The monitoring unit 240 uses the learning unit to apply learnings from telemetry collected over time to learn how to identify certain types of telemetry data, system conditions, and potential mitigations or remedial actions. To accomplish this learning, the system allows applications to be tagged with certain metadata that can uniquely identify the application (or type of application) that the monitoring unit can track to perform the learning.

FIG. 4 depicts an example configuration of a multi-chiplet telemetry agent 430, which in the depicted example is implemented as a separate chiplet and connected to multiple processing chiplets of the computing platform. For instance, the multi-chiplet telemetry agent 430 may be connected to processing chiplet 210B (connected via UCIe interface 211B), processing chiplet 210A (not shown, connected via UCIe interface 211A), and the like, via an I/O Hub 410. The I/O Hub 410 may utilize the UCIe protocol and a UCIe interface 411A to connect the multi-chiplet telemetry agent 430 to the other chiplets and a network interface, such as an Ethernet interface 422 provided via I/O 420 and UCIe interface 411B. Other interconnects, interfaces, and protocols may be used, including interfaces or communication buses (or dedicated lanes and bandwidth on these interfaces or buses) specialized for the communication of telemetry data. Thus, it will be understood that telemetry data and related telemetry events or commands can also be communicated via a non-UCIe interface.

The multi-chiplet telemetry agent 430 coordinates telemetry data events across the various processing chiplets of the compute platform, and includes decision logic to trigger, cause, or control additional telemetry actions. Actions can take different forms such as: manage or coordinate telemetry actions of the local agents on the various processing chiplets; notify a software stack (e.g., software stack 610); attempt to mitigate the identified problem and assign more or fewer resources to one specific tile or multiple tiles for the corresponding process (e.g., a process identifiable by a PASID); or implement custom actions in an attempt to mitigate or further monitor the condition. As the multi-chiplet telemetry agent 430 provides mitigation decisions, the corresponding effects are monitored and used to perform transfer learning to the model and refine the mitigation strategies.

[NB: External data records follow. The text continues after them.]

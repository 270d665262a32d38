"""--explain lists every rule of the role, the ones that made no check included, and why."""

from __future__ import annotations

import json
from pathlib import Path

from partpick.catalog.importer import import_catalog
from partpick.cli import app
from partpick.design.spec import load_spec
from partpick.screening.pick import Unchecked, explain
from partpick.screening.profiles import load_profile

SCREENING = Path(__file__).parent / "data" / "screening"
INDUCTOR = (
    "MPN,Manufacturer,Inductance,Tolerance,Isat,Irms,DCR\n"
    "QM-220-A,Quillmark Magnetics,22 uH,10%,4.6 A,3.5 A,20 mOhm\n"
)
DIODE = (
    "MPN,Manufacturer,Diode Type,VRRM,IF(AV),VF,Tj max,RθJA\n"
    "TS-ZK40-3A0X,Tessaly Semiconductor,schottky,40 V,3 A,0.5 V,150,60\n"
)
CAPACITOR = (
    "MPN,Manufacturer,Capacitance,Voltage,Dielectric,ESR,Ripple Current\n"
    "OPC-1210-106,Orrin Passives,10 uF,50 V,x7r,5 mOhm,3 A\n"
)


def _explain(db_file, write_csv, text, kind, role, mpn):
    import_catalog(db_file, [write_csv(text)], kind)
    spec = load_spec(SCREENING / "spec.toml")  # no vin_ripple: no input ripple-voltage rule
    return explain(db_file, spec, role, mpn, profile=load_profile("standard"))


def test_an_optional_rule_without_its_field_is_listed_with_the_field(db_file, write_csv):
    found = _explain(db_file, write_csv, INDUCTOR, "inductor", "inductor", "QM-220-A")
    assert Unchecked("srf", ("srf_hz",), "missing") in found.unchecked
    assert "srf" not in {c.rule for c in found.outcome.checks}


def test_a_rule_that_does_not_apply_to_the_part_is_listed(db_file, write_csv):
    found = _explain(db_file, write_csv, DIODE, "diode", "diode", "TS-ZK40-3A0X")
    assert Unchecked("recovery", (), "not applicable") in found.unchecked  # a Schottky


def test_a_rule_the_spec_does_not_ask_for_is_listed(db_file, write_csv):
    found = _explain(db_file, write_csv, CAPACITOR, "capacitor", "input-cap", "OPC-1210-106")
    assert Unchecked("ripple-voltage", (), "not made for this spec") in found.unchecked


def test_the_explain_screen_and_json_show_the_unchecked_rules(runner, db_file, write_csv):
    import_catalog(db_file, [write_csv(INDUCTOR)], "inductor")
    args = ["pick", str(SCREENING / "spec.toml"), "--role", "inductor", "--db", db_file]
    shown = runner.invoke(app, [*args, "--explain", "qm-220-a"], terminal_width=200)
    assert shown.exit_code == 0, shown.output
    assert "srf: not checked, no srf_hz given" in shown.output
    as_json = runner.invoke(app, [*args, "--explain", "QM-220-A", "--format", "json"])
    assert as_json.exit_code == 0, as_json.output
    (entry,) = json.loads(as_json.output)["not_checked"]
    assert entry["rule"] == "srf" and entry["missing"] == ["srf_hz"]
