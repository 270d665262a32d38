"""Catalog and spec text is data: every renderer gets a hostile corpus and prints it inert."""

from __future__ import annotations

import csv
import io
import json
import re
from pathlib import Path

import pytest
from rich.console import Console
from typer.testing import CliRunner

from partpick.cli import app
from partpick.render.safe_text import markdown_text, plain_text

BOM_DATA = Path(__file__).parent / "data" / "bom"
KINDS = {"inductor": "inductors", "capacitor": "capacitors", "diode": "diodes",
         "mosfet": "mosfets"}  # fmt: skip

HOSTILE = (
    "[/]",
    "[b]bold[/b]",
    "[link=https://example.invalid]hidden[/link]",
    "\x1b[2J\x1b[31mclear",
    "\x9b2Jcsi",
    "<img src=x onerror=alert(1)>",
    "<script>alert(1)</script>",
    "# heading",
    "pipe|and\nnewline",
    "\u202erevo",
)
RAW_CONTROLS = ("\x1b", "\x9b", "\u202e")


def _hostile_csv(source: Path, target: Path) -> None:
    """Copy a test catalog, giving every part a hostile maker and a hostile mpn suffix."""
    rows = list(csv.reader(io.StringIO(source.read_text(encoding="utf-8"))))
    out = io.StringIO()
    writer = csv.writer(out)
    writer.writerow(rows[0])
    for i, row in enumerate(rows[1:]):
        row[0] = f"{row[0]}{HOSTILE[i % len(HOSTILE)]}"
        row[1] = HOSTILE[(i + 3) % len(HOSTILE)]
        writer.writerow(row)
    target.write_text(out.getvalue(), encoding="utf-8")


@pytest.fixture
def hostile(tmp_path: Path) -> tuple[str, Path]:
    db = str(tmp_path / "hostile.db")
    for kind, name in KINDS.items():
        path = tmp_path / f"{name}.csv"
        _hostile_csv(BOM_DATA / f"{name}.csv", path)
        result = CliRunner().invoke(app, ["import", str(path), "--kind", kind, "--db", db])
        assert result.exit_code == 0, result.output
        assert not any(c in result.output for c in RAW_CONTROLS)
    spec = tmp_path / "spec.toml"
    text = (BOM_DATA / "spec.toml").read_text(encoding="utf-8")
    name = json.dumps("# heading <script>alert(1)</script> [b]x[/b] \x1b[2J")
    notes = json.dumps("\n# injected\n<img src=x onerror=alert(1)>|cell")
    text = text.replace('name = "bom test stage"', f"name = {name}\nnotes = {notes}")
    spec.write_text(text, encoding="utf-8")
    return db, spec


def run(*args: str):
    return CliRunner().invoke(app, list(args), env={"COLUMNS": "400"})


def assert_inert_terminal(output: str) -> None:
    assert "Traceback" not in output
    for control in RAW_CONTROLS:
        assert control not in output, repr(control)


def test_parts_table_prints_markup_and_escapes_as_text(hostile):
    db, _ = hostile
    result = run("parts", "--kind", "inductor", "--db", db)
    assert result.exit_code == 0, result.output
    assert_inert_terminal(result.output)
    assert "[/]" in result.output
    assert "[b]bold[/b]" in result.output
    assert "[link=https://example.invalid]hidden[/link]" in result.output
    assert "␛[2J" in result.output  # the escape is shown, not obeyed


@pytest.mark.parametrize("role", ["inductor", "output-cap", "diode", "switch"])
def test_pick_and_explain_are_inert(hostile, role):
    db, spec = hostile
    result = run("pick", str(spec), "--role", role, "--db", db)
    assert result.exit_code == 0, result.output
    assert_inert_terminal(result.output)
    mpn = {"inductor": "BT-L150A[/]", "output-cap": "BT-C106A50[/]",
           "diode": "BT-D340[/]", "switch": "BT-N4020[/]"}[role]  # fmt: skip
    explained = run("pick", str(spec), "--role", role, "--db", db, "--explain", mpn)
    assert explained.exit_code == 0, explained.output
    assert_inert_terminal(explained.output)


def test_bom_table_and_stress_are_inert(hostile):
    db, spec = hostile
    result = run("bom", str(spec), "--db", db)
    assert result.exit_code in (0, 3), result.output
    assert_inert_terminal(result.output)
    assert "[/]" in result.output
    stress = run("stress", str(spec))
    assert stress.exit_code == 0, stress.output
    assert_inert_terminal(stress.output)
    assert "[b]x[/b]" in stress.output


def test_markdown_report_carries_no_html_or_headings_from_data(hostile, tmp_path):
    db, spec = hostile
    out = tmp_path / "review.md"
    result = run("bom", str(spec), "--db", db, "--format", "md", "--output", str(out))
    assert result.exit_code in (0, 3), result.output
    text = out.read_text(encoding="utf-8")
    assert "<img" not in text and "<script" not in text
    assert "&lt;script&gt;" in text
    headings = [line for line in text.splitlines() if line.startswith("#")]
    assert not any("heading" in h or "injected" in h for h in headings[1:])
    assert headings[0].startswith("# Design review: \\# heading")
    widths: list[int] = []  # unescaped pipes per row of the current table
    for line in text.splitlines() + [""]:
        if line.startswith("|"):
            widths.append(len(re.findall(r"(?<!\\)\|", line)))
        elif widths:  # a table ended: every row kept the header's cell count
            assert set(widths) == {widths[0]}, widths
            widths = []


def test_every_renderer_survives_a_plain_rich_console(hostile):
    """Library users pass their own Console: markup in the data must still be text."""
    from partpick.bom import build_bom
    from partpick.catalog.query import list_parts
    from partpick.design.spec import load_spec
    from partpick.render.bom import render_bom_table
    from partpick.render.catalog import render_parts_table
    from partpick.screening.profiles import load_profile

    db, spec = hostile
    buffer = io.StringIO()
    console = Console(file=buffer, width=300, color_system=None)
    render_parts_table(console, "capacitor", list_parts(db, "capacitor", ()))
    bom = build_bom(db, load_spec(spec), profile=load_profile("standard"))
    render_bom_table(bom, console)
    assert "[/]" in buffer.getvalue()


@pytest.mark.parametrize("text", HOSTILE)
def test_the_escapers_leave_nothing_live(text):
    shown = plain_text(text)
    assert len(shown) == len(text)  # same length: styled spans stay in place
    assert not any(c in shown for c in RAW_CONTROLS)
    md = markdown_text(text)
    assert "<" not in md and "\n" not in md
    assert not md.startswith("#")
    assert "|" not in md.replace("\\|", "")


class _Terminal(io.StringIO):
    def isatty(self) -> bool:
        return True


def test_machine_output_is_inert_on_a_terminal_and_exact_in_a_pipe(monkeypatch):
    from partpick.cli.common import echo_data

    data = 'mpn,manufacturer\nX-1,"\x1b[2Jclear"\n'
    terminal = _Terminal()
    monkeypatch.setattr("sys.stdout", terminal)
    echo_data(data, nl=False)
    assert "\x1b" not in terminal.getvalue() and "␛[2J" in terminal.getvalue()
    pipe = io.StringIO()
    monkeypatch.setattr("sys.stdout", pipe)
    echo_data(data, nl=False)
    assert pipe.getvalue() == data  # a pipe or file gets the data byte for byte
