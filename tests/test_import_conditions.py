"""Cells and headers with conditions: the quantity is read, the condition is kept as extra data."""

from __future__ import annotations

import json
import sqlite3

import pandas as pd
import pytest

from partpick.catalog.cells import convert_column
from partpick.catalog.importer import import_catalog
from partpick.catalog.query import list_parts
from partpick.fields import field_of


@pytest.mark.parametrize(
    ("kind", "name", "text", "value", "condition"),
    [
        ("diode", "vf_v", "0.7 V @ 3 A", 0.7, "3 A"),
        ("diode", "vf_v", "0.55V@1A", 0.55, "1A"),
        ("mosfet", "rds_on_ohm", "30 mOhm @ 5 A, 10 V", 0.030, "5 A, 10 V"),
        ("mosfet", "rds_on_ohm", "12 mΩ max @ Vgs=10V", 0.012, "Vgs=10V"),
        ("capacitor", "life_h", "10000 Hrs @ 105°C", 10000.0, "105°C"),
        ("diode", "tj_max_degc", "-55 ~ 150 °C", 150.0, None),  # a range keeps its top end
        ("inductor", "isat_a", "3.2 A", 3.2, None),
    ],
)
def test_a_cell_gives_the_quantity_of_its_column_and_its_condition(
    kind, name, text, value, condition
):
    column = convert_column(pd.Series([text, ""]), field_of(kind, name))
    assert column.values[0] == pytest.approx(value)
    assert not column.bad.any()
    conditions = [None, None] if column.conditions is None else list(column.conditions)
    assert conditions == [condition, None]


def _extra(db_file: str, kind: str) -> dict[str, dict]:
    rows = sqlite3.connect(db_file).execute(f"SELECT mpn, extra FROM parts_{kind}")
    return {mpn: json.loads(extra or "{}") for mpn, extra in rows}


def test_conditions_land_in_each_parts_extra_data(db_file, write_csv):
    text = (
        "MPN,Forward Voltage,Reverse Voltage,Average Forward Current\n"
        "TD-1,0.7 V @ 3 A,40 V,3 A\n"
        "TD-2,0.52 V,40 V,3 A\n"
    )
    import_catalog(db_file, [write_csv(text)], "diode")
    parts = {p["mpn"]: p for p in list_parts(db_file, "diode")}
    assert parts["TD-1"]["vf_v"] == pytest.approx(0.7)
    extra = _extra(db_file, "diode")
    assert extra["TD-1"] == {"vf_v condition": "3 A"}
    assert extra["TD-2"] == {}  # no condition, no note


def test_a_header_condition_is_kept_for_every_part(db_file, write_csv):
    text = "MPN,RDS(ON) @ 10V (mΩ),Vds\nTQ-1,12,40 V\nTQ-2,9 @ 4.5 V,40 V\n"
    import_catalog(db_file, [write_csv(text)], "mosfet")
    parts = {p["mpn"]: p for p in list_parts(db_file, "mosfet")}
    assert parts["TQ-1"]["rds_on_ohm"] == pytest.approx(0.012)  # 12 in the header's mΩ
    extra = _extra(db_file, "mosfet")
    assert extra["TQ-1"] == {"rds_on_ohm condition": "10V"}
    assert extra["TQ-2"] == {"rds_on_ohm condition": "4.5 V"}  # the cell's own wins
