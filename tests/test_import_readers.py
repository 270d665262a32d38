"""The two CSV readers agree: the csv module (small files, no pandas) and pandas (large files).

Every catalog file of the repository, the broken ones included, and generated messy files
with bad rows are read both ways, in chunks of a few rows so chunk edges are crossed too;
the rows, their values, their line numbers and the rejects must be the same, or both readers
must refuse the file with the same message.
"""

from __future__ import annotations

import importlib.util
import sys
from pathlib import Path

import numpy as np
import pytest

from partpick.catalog import reading
from partpick.catalog.headers import load_map
from partpick.errors import CatalogFormatError
from partpick.fields import KINDS

ROOT = Path(__file__).parents[1]
FILES = sorted(
    [*(ROOT / "tests" / "data").rglob("*.csv"), *(ROOT / "catalogs").glob("*.csv")],
    key=str,
)
MAPPED = [
    (ROOT / "catalogs" / "messy" / "vendor_inductors_export.csv",
     ROOT / "catalogs" / "maps" / "vendor_inductors.toml"),
    (ROOT / "catalogs" / "messy" / "distributor_capacitors.tsv",
     ROOT / "catalogs" / "maps" / "distributor_capacitors.toml"),
]  # fmt: skip


def read_both_ways(path: Path, kind: str, mapping, monkeypatch) -> tuple[object, object]:
    """Return what each reader gives for the file: (chunks, rejects) or the error text."""
    results = []
    for limit in (1 << 40, -1):  # everything small (csv module), then nothing small (pandas)
        monkeypatch.setattr(reading, "SMALL_FILE_BYTES", limit)
        try:
            item = reading.prepare_file(path, kind, mapping)
            chunks = list(reading.read_chunks(item, chunk_rows=3))
        except CatalogFormatError as exc:
            results.append(("refused", str(exc)))
            continue
        results.append(_comparable(chunks))
    return results[0], results[1]


def _comparable(chunks) -> tuple:
    values: dict[str, list] = {}
    lines, rejects, rows = [], [], 0
    for chunk in chunks:
        for name, column in chunk.values.items():
            values.setdefault(name, []).extend(_cells(column))
        lines.extend(chunk.lines.tolist())
        rejects.extend(chunk.rejects)
        rows += chunk.row_count
    return values, lines, sorted(rejects, key=lambda r: (r.line, r.column)), rows


def _cells(column: np.ndarray) -> list:
    if column.dtype.kind == "f":  # NaN != NaN: compare missing numbers as None
        return [None if v != v else v for v in column.tolist()]
    return column.tolist()


def _kinds_for(path: Path) -> list[str]:
    """Return the kinds whose header matching accepts the file (all kinds if none does)."""
    kinds = []
    for kind in KINDS:
        try:
            reading.prepare_file(path, kind, None)
        except CatalogFormatError:
            continue
        kinds.append(kind)
    return kinds or list(KINDS)


@pytest.mark.parametrize("path", FILES, ids=lambda p: str(p.relative_to(ROOT)))
def test_readers_agree_on_every_catalog_file(path, monkeypatch):
    for kind in _kinds_for(path):
        small, large = read_both_ways(path, kind, None, monkeypatch)
        assert small == large, kind


@pytest.mark.parametrize(("path", "map_path"), MAPPED, ids=lambda p: p.name)
def test_readers_agree_with_map_files(path, map_path, monkeypatch):
    mapping = load_map(map_path)
    small, large = read_both_ways(path, mapping.kind, mapping, monkeypatch)
    assert small == large
    assert small[0]["mpn"]  # the file has parts


def _generator():
    script = ROOT / "scripts" / "gen_catalog.py"
    spec = importlib.util.spec_from_file_location("gen_catalog", script)
    module = importlib.util.module_from_spec(spec)
    sys.modules["gen_catalog"] = module
    spec.loader.exec_module(module)
    return module


@pytest.mark.parametrize("kind", KINDS)
def test_readers_agree_on_generated_messy_files_with_bad_rows(kind, tmp_path, monkeypatch):
    gen = _generator()
    frame = gen.generate(kind, 300, 11, "messy", bad_fraction=0.1)
    path = gen.write_catalog(frame, tmp_path / f"{kind}.csv", "messy")
    with open(path, "a", encoding="utf-8") as handle:  # a row with one field too many
        handle.write(";".join(["X"] * (len(frame.columns) + 1)) + "\n\n")
    small, large = read_both_ways(path, kind, None, monkeypatch)
    assert small == large
    values, _lines, rejects, _rows = small
    assert rejects and any(r.column == reading.WHOLE_ROW for r in rejects)
    assert len(values["mpn"]) > 200
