def test_messy_capacitor_export_rejects_exactly_the_planted_rows(tmp_path):
    map_file = CATALOGS / "maps" / "distributor_capacitors.toml"
    report = import_catalog(str(tmp_path / "c.db"), [MESSY_CAPACITORS], "capacitor",
                            map_file=map_file)[0]  # fmt: skip
    planted = {
        ("Rated V", "-16V"),  # a negative voltage rating
        ("Cap.", "2.2 uH"),  # an inductance unit under capacitance
        ("TC / Tech", "unobtainium"),  # not a dielectric code
    }
    assert {(r.column, r.value) for r in report.rejects} == planted
    assert (report.rows, report.added, report.rejected) == (20, 17, 3)
    assert report.unrecognised == ("Note",)


@pytest.mark.parametrize(
    ("mpn", "field", "expected"),
    [
        ("DM-AE-1V102-1020", "esr_ohm", 0.045),  # "R045"
        ("DM-TA-1E106-C", "esr_ohm", 1.2),  # "1R2"
        ("SP-X7R-1206-475-50", "capacitance_f", 4.7e-6),  # "4u7"
        ("SP-C0G-0603-222-50", "capacitance_f", 2.2e-9),  # "2n2"
        ("SP-C0G-0603-222-50", "dielectric", "c0g"),  # "COG"
        ("SP-C0G-1206-104-100", "dielectric", "c0g"),  # "NP0"
        ("SP-X7R-1210-106-50", "temp_max_degc", 125.0),  # "-55 ~ 125 °C"
        ("SP-X7R-1210-106-50", "stock", 12000.0),  # "12,000"
        ("SP-X5R-0805-226-25", "voltage_v", 25.0),  # bare "25", [units] voltage_v = "V"
        ("SP-X5R-0805-226-25", "unit_price", 0.11),  # "0.11 USD"
        ("DM-AE-1C221-0611", "dielectric", "al-electrolytic"),  # "Electrolytic"
        ("DM-FP-2A475-B", "dielectric", "film"),  # "PP Film"
    ],
)
def test_messy_capacitor_cells_read_right(tmp_path, mpn, field, expected):
    db = str(tmp_path / "c.db")
    import_catalog(db, [MESSY_CAPACITORS], "capacitor",
                   map_file=CATALOGS / "maps" / "distributor_capacitors.toml")  # fmt: skip
    cols = read_columns(db, "capacitor", [field])
    value = cols[field][list(cols["mpn"]).index(mpn)]
    assert value == pytest.approx(expected) if isinstance(expected, float) else value == expected


# ---------------------------------------------------------------------------------------
# the field-logger scenario: hand-worked envelope and outcomes


# Hand-worked in the comments of catalogs/scenarios/field-logger.toml from the issue-3
# boost formulas (D = 1 - Vin*eta/Vout, the application-note form of TI SLVA372;
# IL = Iout/(1-D); dIL = Vin*D/(fsw*L)).
@pytest.mark.parametrize(
    ("key", "expected"),
    [
        ("duty_max", 0.7875),  # 1 - 6.0*0.85/24
        ("duty_min", 0.7025),  # 1 - 8.4*0.85/24
        ("il_avg_max_a", 3.7647),  # 0.8/0.2125
        ("l_min_h", 9.797e-6),  # 8.4*0.7025/(400e3*0.4*3.7647)
        ("l_max_h", 19.593e-6),  # same with 0.2
        # smallest E12 value L with L*(1 - 0.2) >= 9.80 uH (spec default tolerance): 15 uH
        ("l_recommended_h", 15e-6),
        ("il_peak_max_a", 4.368),  # 3.7647 + 1.206/2 at 6.0 V
        ("isw_rms_max_a", 3.355),  # sqrt(0.7875*(3.7647^2 + 1.206^2/12))
        ("vsw_max_v", 24.76),  # 24 + 0.12/2 + 0.7 (the spec's default diode VF)
        ("icout_rms_max_a", 1.548),  # at 6.0 V
        ("icin_rms_max_a", 0.4347),  # 1.506/sqrt(12) at 8.4 V
        ("cout_min_f", 13.125e-6),  # 0.8*0.7875/(400e3*0.12)
    ],
)
def test_field_logger_envelope_matches_the_hand_working(key, expected):
    envelope = analyse(load_spec(FIELD_LOGGER))
    assert envelope.value(key) == pytest.approx(expected, rel=1e-3)


@pytest.fixture(scope="module")
def field_logger_picks(bundled_db):
    spec, profile = load_spec(FIELD_LOGGER), load_profile("standard")
    roles = ("inductor", "input-cap", "output-cap", "diode", "switch")
    return {role: pick(bundled_db[0], spec, role, profile=profile) for role in roles}


@pytest.mark.parametrize("role", ["inductor", "input-cap", "output-cap", "diode", "switch"])
def test_field_logger_has_passes_unverified_and_varied_failures(field_logger_picks, role):
    result = field_logger_picks[role]
    assert len(result.passed) >= 3
    assert len(result.unverified) >= 1
    assert len([rule for rule, n in result.fail_counts.items() if n]) >= 2


def outcome_of(field_logger_picks, role: str, mpn: str):
    result = field_logger_picks[role]
    for outcome in [*result.passed, *result.unverified, *result.failed]:
        if outcome.mpn == mpn:
            return outcome
    raise AssertionError(f"{mpn} not in the {role} results")


# Hand-worked against the `standard` profile of issue 4 (values from the bundled CSVs; the
# envelope above: peak 4.368 A at l_min, switch RMS 3.355 A, 24.76 V on the switch with the
# spec's default 0.7 V diode drop, 24.06 V on the diode).
@pytest.mark.parametrize(
    ("role", "mpn", "status", "failing"),
    [
        # 10 uH -20 % = 8 uH < l_min = 9.80 uH: at its tolerance the ripple leaves the band
        # (0.49*IL, issue 10); its currents would fit (peak 4.50 A <= 0.8*8.4 A)
        ("inductor", "QM-1040-100M", "failed", {"inductance"}),
        # 22 uH is above l_max = 19.59 uH
        ("inductor", "QM-1040-220M", "failed", {"inductance"}),
        # at 8 uH the peak is 4.50 A > 0.8*4.4 A; RMS 3.79 A > 0.9*3.6 A; 8 uH < l_min
        ("inductor", "QM-0630-100M", "failed", {"saturation", "rms", "inductance"}),
        # obsolete, and 8 uH at its tolerance is below l_min
        ("inductor", "HCW-PR1265-100M", "failed", {"lifecycle", "inductance"}),
        ("inductor", "VD73-120K", "unverified", set()),  # no Isat given
        # 24.76 V (24.06 V + 0.7 V diode drop) > 0.8*30 V = 24.0 V
        ("switch", "TS-QN30-12Q", "failed", {"drain-voltage"}),
        # 4.368 A > 0.6*7 A = 4.2 A
        ("switch", "TS-QN40-7T", "failed", {"drain-current"}),
        ("switch", "TS-QP40-10Q", "failed", {"channel"}),
        # P = 11.26*0.095*1.5 + 0.5*24.06*3.765*(2*5e-9)*400e3 + 0.5*150e-12*24.06^2*400e3
        #   = 1.604 + 0.181 + 0.017 = 1.80 W; 60 + 1.80*50 = 150 degC > 150 - 25
        ("switch", "KD-QN150-10D", "failed", {"thermal"}),
        # P = 0.304 + 0.091 + 0.017 = 0.41 W; 60 + 0.41*60 = 85 degC <= 125 degC
        ("switch", "TS-QN40-8Q", "passed", set()),
        ("diode", "TS-ZK30-2A0A", "failed", {"reverse-voltage"}),  # 24.06 V > 0.8*30 V
        ("diode", "TS-ZG1000-2A0B", "failed", {"recovery", "thermal"}),  # standard recovery, Qrr
        # 60 + 0.50*0.8*125 = 110 degC > 125 - 25 = 100 degC
        ("diode", "KD-ZK45-2A0L", "failed", {"thermal"}),
        # 60 + (0.95*0.8 + 8e-9*24*400e3)*75 = 60 + 0.837*75 = 122.8 degC <= 125 degC
        ("diode", "TS-ZF100-2A0B", "passed", set()),
        ("diode", "OM-ZK40-2A0A", "unverified", set()),  # no Tj max given
        # 24.06 V > 0.5*35 V = 17.5 V (class II ceramic); at 69 % of its rating it keeps
        # 0.42 - 0.15*18.6/30 = 0.327 (X5R table, from memory): C_eff 2.94 uF, n = 4 gives
        # 0.63/(400e3*4*2.94e-6) = 0.134 V > 0.12 V, so its ripple fails too
        ("output-cap", "OPC-12065-106K35", "failed", {"voltage", "ripple-voltage"}),
        # n = 4: 0.34/4*4.368 = 0.371 V > 0.12 V; 1.548/4 = 0.39 A > 0.29 A
        ("output-cap", "AE-RL1V101-0611", "failed", {"ripple-voltage", "ripple-current"}),
        ("output-cap", "BCP-50V330-0810", "unverified", set()),  # no ESR given
        # 8.4 V > 0.5*16 V = 8.0 V
        ("input-cap", "OPC-08055-106M16", "failed", {"voltage"}),
        ("input-cap", "KT-M476-16C", "failed", {"voltage"}),  # tantalum u = 0.5
    ],
)
def test_field_logger_outcomes_match_the_hand_working(field_logger_picks, role, mpn, status,
                                                      failing):  # fmt: skip
    outcome = outcome_of(field_logger_picks, role, mpn)
    assert outcome.status == status
    assert {c.rule for c in outcome.checks if c.status == "fail"} == failing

The multi-chiplet telemetry agent 430 includes various interfaces and logic to establish a configuration in response to detected conditions. Such interfaces may include telemetry agent APIs 431 that receive and communicate information with management software (e.g., a software stack 610). For example, these interfaces can receive and register meta-data, and receive actions or software hints related to the event generation or triggering.

The multi-chiplet telemetry agent 430 includes a learning unit 432 to derive new models to perform the advanced telemetry data analysis actions. These may occur in connection with one of two approaches. A first approach is to identify when outliers and unusual situations occur for a particular type of application, e.g., identified by a unique identifier. A second approach is to learn mitigation actions to resolve certain actions. This can include learning using models such as reinforced learning. This learning can provide or refine models to provide basic actions, which can become more turned as the system operates and encounters new conditions.

The multi-chiplet telemetry agent 430 includes a tagging logic 433, such as implemented with a process identifier (e.g., PASID, process address space ID) to metadata-tagging function that allows mapping of telemetry coming from specific processes identified with a particular PASID to the application type itself. An application type could be generic such as “high-performance computing” (HPC) or specific per type and user, or variants thereof. The results of this mapping can be established in a mapping table 450, such as a table that associates a PASID with a meta-tag. A particular type may be associated with a set of particular characteristics (e.g., memory-bound characteristics, CPU-bound characteristics, etc.) that can assist the processing of relevant telemetry.

The multi-chiplet telemetry agent 430 includes an event generation unit 435 to coordinate the distribution of events among management units of the processing chiplets. The event generation unit 435 may use or define various software hints 440 that define different event types and actions for the events, and such event information can be implemented in the monitoring units as rules (e.g., rule set 260).

FIG. 5 depicts a flowchart 500 of a simplified overview of operations performed by the multi-chiplet telemetry agent 430 in a dedicated monitoring chiplet, such as with the use of multiple components implemented in the monitoring chiplet (e.g., learning unit 432, tagging logic 433, telemetry gathering logic 434, event generation unit 435) or related functions. It will be understood that additional analysis and event triggering may be provided in connection with these monitoring units and functions.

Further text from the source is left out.